# Pink Tongue Lizard Pics



## moosenoose (Jan 19, 2009)

Hi Folks,

I've just come back to Melb from glorious, hot Bribie Island with my only real 'delightful' herp find (and to be honest, they both found me rather than me finding them). 

The adult (the one with the pink tongue in the last photo) found me when I was in bed and looking out a glass door into the courtyard. Half asleep and dodging a barrage of bites left, right & centre from the delightful adult, I only managed the one 'descent' shot. The other photos are of a young one found out the front of the house whilst playing a round of toad-golf! 

I was surprised to find out the 'young' pink tongues have a blue tongue (3rd photo), which changes to the full pink colouration as they advance into their adulthood (yes, I had no idea about that :lol. The other surprising thing was that these guys (and perhaps being an arboreal species helps) seemed to survive in serious toad infested area! I presume the younger ones could be a potential food item on the toad menu????

Another thing I liked about these guys, unlike your typical blue tongue lizard, was the rapid tongue flicking they do when they sense trouble! Very cool!

Anyway, I snapped a couple of shots. It was late at night, and I was struggling with the flash and Jack Daniels....so there!  




























(ps: I was cheesed off I didn't get a photo of the whole lizard! They have nice big tails!)

(pss: As you can probably gather, I'd never seen a wild pink tongue before in the flesh, so I was stoked to find 2 in one night!! Yay!! )

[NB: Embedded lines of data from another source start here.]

// analyseDebrief as a whole: pure, checks its inputs, passes plan errors with their line, warns about what it could
// not match, infers the targets of an unplanned lesson, and settles the compass reading after each roll-out.
import { describe, expect, it } from 'vitest';
import { analyseDebrief } from '../../src/analysis/analyseDebrief.js';
import { settledReading } from '../../src/analysis/compassSettling.js';
import { OptionError, ParseError } from '../../src/errors.js';
import { computeFieldAlongPath } from '../../src/magnetic/fieldAlongPath.js';
import { simulateCompass } from '../../src/compass/simulateCompass.js';
import { DEFAULT_COMPASS_PROFILE } from '../../src/compass/compassProfile.js';
import { SCENARIO_VARIATION_DEG, circuitPracticeScript } from '../../src/synth/scenarios.js';
import { simulateFlight } from '../../src/synth/simulateFlight.js';
import { truthToFlightState } from '../../src/synth/truthToFlightState.js';
import { wrap180, wrap360 } from './lessonFixtures.js';

const truth = simulateFlight(circuitPracticeScript());
const state = truthToFlightState(truth);
const { field } = computeFieldAlongPath(state.t, state.lat, state.lon, state.altM);
const compass = simulateCompass(state, field, DEFAULT_COMPASS_PROFILE);
const scripted = truth.legs.filter((l) => l.kind === 'turn' || l.kind === 'orbit');

describe('analyseDebrief on the circuit lesson (dynamic card, WMM2025 field)', () => {
  const { analysis, warnings } = analyseDebrief(state, field, compass, {});

  it('without a plan, each target is inferred as the magnetic heading the script turned to (oracle: the script)', () => {
    expect(analysis.turns.length).toBe(scripted.length);
    analysis.turns.forEach((t, k) => {
      const scriptedMag = wrap360(scripted[k].headingEndDegTrue - SCENARIO_VARIATION_DEG.circuit);
      expect(t.targetSource).toBe('inferred');
      expect(Math.abs(wrap180(t.rolloutMagDeg - scriptedMag))).toBeLessThan(0.2); // variation from WMM vs the chart's 0.1° rounding
      if (Math.abs(wrap180(scriptedMag - Math.round(scriptedMag / 90) * 90)) < 0.5) {
        expect(t.targetMagDeg).toBe(wrap360(Math.round(scriptedMag / 90) * 90));
        expect(t.targetConfidence).toBeGreaterThan(0.95);
        expect(t.withinTolerance).toBe(true);
      }
    });
    // The turn for home ends on 095 (not a round heading): inferred as 090 with confidence 1 − 5/15.
    const home = analysis.turns[analysis.turns.length - 1];
    expect(home.targetMagDeg).toBe(90);
    expect(home.targetConfidence).toBeCloseTo(1 - 5 / 15, 1);
  });
  it('every turn carries the contract fields (DESIGN.md "Turns in the summary JSON") as finite numbers', () => {
    for (const t of analysis.turns) {
      for (const v of [t.startT, t.endT, t.headingChangeDeg, t.entryMagDeg, t.rolloutMagDeg, t.compassAtRolloutDeg, t.targetMagDeg, t.rolloutErrorDeg, t.cueCompassDeg, t.ruleOfThumbCueDeg, t.compassSettledDeg]) {
        expect(Number.isFinite(v)).toBe(true);
      }
      expect(['left', 'right']).toContain(t.direction);
      expect(typeof t.withinTolerance).toBe('boolean');
    }
  });
  it('the compass settles after roll-out near the magnetic heading (within 3°, the card lags and swirls)', () => {
    for (const t of analysis.turns) {
      expect(t.compassSettledT! - t.endT).toBeLessThanOrEqual(10 + 1e-9);
      expect(Math.abs(wrap180(t.compassSettledDeg - t.rolloutMagDeg))).toBeLessThan(3);
    }
  });
  it('speed changes on east and west and the turns\' divergences are all found; no warnings', () => {
    expect(analysis.episodes.filter((e) => Math.abs(wrap180(e.headingMagDeg - 90)) < 2).length).toBe(3);
    expect(analysis.episodes.filter((e) => Math.abs(wrap180(e.headingMagDeg - 270)) < 2).length).toBe(3);
    expect(analysis.divergences.every((d) => d.cause === 'turn')).toBe(true);
    expect(warnings).toEqual([]);
  });
  it('is pure: the input columns are unchanged', () => {
    const before = [state.headingDegTrue, state.turnRateDps, compass.readingDeg, field.variationDeg].map((c) => Float64Array.from(c));
    analyseDebrief(state, field, compass, { planCsvText: 'target_mag_deg\n000\n' });
    [state.headingDegTrue, state.turnRateDps, compass.readingDeg, field.variationDeg].forEach((c, k) => expect(c).toEqual(before[k]));
  });
});

describe('inputs and warnings', () => {
  it('columns of different lengths throw an OptionError', () => {
    const short = { ...compass, n: compass.n - 1 };
    expect(() => analyseDebrief(state, field, short, {})).toThrow(OptionError);
    expect(() => analyseDebrief(state, { ...field, n: 3 }, compass, {})).toThrow(/field/);
  });
  it('a bad plan row throws a ParseError carrying its line', () => {
    let err: unknown;
    try {
      analyseDebrief(state, field, compass, { planCsvText: 'target_mag_deg\n090\nnorth\n' });
    } catch (e) {
      err = e;
    }
    expect(err).toBeInstanceOf(ParseError);
    expect((err as ParseError).line).toBe(3);
  });
  it('more plan rows than turns: plan-rows-unmatched with their lines; fewer: turns-not-in-plan', () => {
    const rows = Array.from({ length: scripted.length + 2 }, () => '090').join('\n');
    const many = analyseDebrief(state, field, compass, { planCsvText: `target_mag_deg\n${rows}\n` }).warnings;
    expect(many.find((w) => w.code === 'plan-rows-unmatched')?.lines).toEqual([scripted.length + 2, scripted.length + 3]);
    const few = analyseDebrief(state, field, compass, { planCsvText: 'target_mag_deg\n000\n090\n' });
    expect(few.warnings.find((w) => w.code === 'turns-not-in-plan')?.count).toBe(scripted.length - 2);
    expect(few.analysis.turns.map((t) => t.targetSource).slice(0, 3)).toEqual(['plan', 'plan', 'inferred']);
    expect(few.analysis.turns[0].planLine).toBe(2);
  });
  it('a turn cut off by the end of the log is graded with the default roll-out and warned about', () => {
    const cut = state.t.findIndex((t) => t > scripted[0].startT + 20);
    const s2 = truthToFlightState(truth, 0, cut);
    const f2 = { ...field, n: cut, ...Object.fromEntries((['xNt', 'yNt', 'zNt', 'hNt', 'variationDeg', 'dipDeg'] as const).map((k) => [k, field[k].subarray(0, cut)])), zone: field.zone.subarray(0, cut) };
    const c2 = simulateCompass(s2, f2, DEFAULT_COMPASS_PROFILE);
    const r = analyseDebrief(s2, f2, c2, {});
    expect(r.analysis.turns.length).toBe(1);
    expect(r.analysis.turns[0].rolloutDurationSource).toBe('default');
    // bank / 10 °/s of roll (the default roll rate, from memory)
    expect(r.analysis.turns[0].rolloutDurationS).toBeCloseTo(r.analysis.turns[0].meanBankDeg / 10, 9);
    expect(r.warnings.map((w) => w.code)).toContain('turns-cut-short');
  });
});

describe('degenerate flights', () => {
  it('an empty flight and a one-sample flight give empty results, no throw', () => {
    for (const n of [0, 1]) {
      const s = truthToFlightState(truth, 0, n);
      const f = { ...field, n, ...Object.fromEntries((['xNt', 'yNt', 'zNt', 'hNt', 'variationDeg', 'dipDeg'] as const).map((k) => [k, field[k].subarray(0, n)])), zone: field.zone.subarray(0, n) };
      const r = analyseDebrief(s, f, simulateCompass(s, f, DEFAULT_COMPASS_PROFILE), {});
      expect(r.analysis).toEqual({ turns: [], episodes: [], divergences: [], excursions: [] });
    }
  });
});

describe('settledReading', () => {
  it('finds the first quiet 2 s of a damped card swing (oracle: the formula sampled at 1 kHz)', () => {
    // reading = 90 + 10 e^(−t/2) cos(2π t / 4), sampled at 10 Hz.
    const f = (t: number) => 90 + 10 * Math.exp(-t / 2) * Math.cos((Math.PI * t) / 2);
    const n = 200;
    const t = Float64Array.from({ length: n }, (_, i) => i / 10);
    const r = Float64Array.from(t, f);
    const s = settledReading(t, r, 0, 20, 0.5, 2);
    // Brute force: the first t0 on the 10 Hz grid from which every 10 Hz step rate stays ≤ 0.5 °/s for 2 s.
    let want = NaN;
    for (let i = 0; i < n && Number.isNaN(want); i++) {
      let ok = true;
      for (let k = i + 1; k < n && t[k] - t[i] < 2 + 1e-9; k++) if (Math.abs(f(t[k]) - f(t[k - 1])) / 0.1 > 0.5) ok = false;
      if (ok && i + 20 < n) want = t[i + 20];
    }
    expect(s.how).toBe('quiet');
    expect(s.t).toBeCloseTo(want, 9);
    expect(s.deg).toBeCloseTo(f(want), 9);
  });
  it('times out at untilT when the card never quiets, reading the last row before it', () => {
    const t = Float64Array.from({ length: 100 }, (_, i) => i);
    const r = Float64Array.from(t, (x) => (x * 3) % 360);
    const s = settledReading(t, r, 10, 20, 0.5, 2);
    expect(s).toEqual({ index: 20, t: 20, deg: 60, how: 'timeout' });
  });
});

Who else has some pics of these lizards they'd like to share?


----------



## Vat69 (Jan 19, 2009)

Those are some cracking pics Moosey, esp. the second one. Well done 
Great find!


----------



## melgalea (Jan 19, 2009)

awww great find moose, i go to bribie all the time camping as its only 1 hr drive from here. ah, i hav never found one bloody reptile yet. lol.


----------



## moosenoose (Jan 20, 2009)

Yep hehe... I found plenty of Asian house geckos and toads! WOW!!

To be honest, I didn't really get out and about much while I was there. Lack of transport on my behalf, and too many refreshments in the sultry conditions had me firmly anchored next to the pool most nights  Maybe next time!

And yes Vatty, the 2nd pic is my fav out of the bunch also


----------



## salebrosus (Jan 20, 2009)

Very under-rated animal in my opinion. Stunning shots moosey


----------



## aoife (Jan 20, 2009)

beautiful pics! they are quite stunning aren't they!


----------



## LullabyLizard (Jan 20, 2009)

Great pics!


----------



## FROGGIESrCUTEo_O (Jan 20, 2009)

Awesome pics!!!


----------



## aquila-G (Jan 20, 2009)

The third shot shows beautifully that baby Pink tongue Skinks actually have blue tongues. 
The first Pink tongue I ever saw and tried to identify from books was a baby and the obvious blue tongue had confused the hell out of me. I had identified it as a Pink Tongue Skink but the blue tongue didn't make sense and none of the books I had at the time even mentioned this. A call to Queensland Museum soon but me straight though.


----------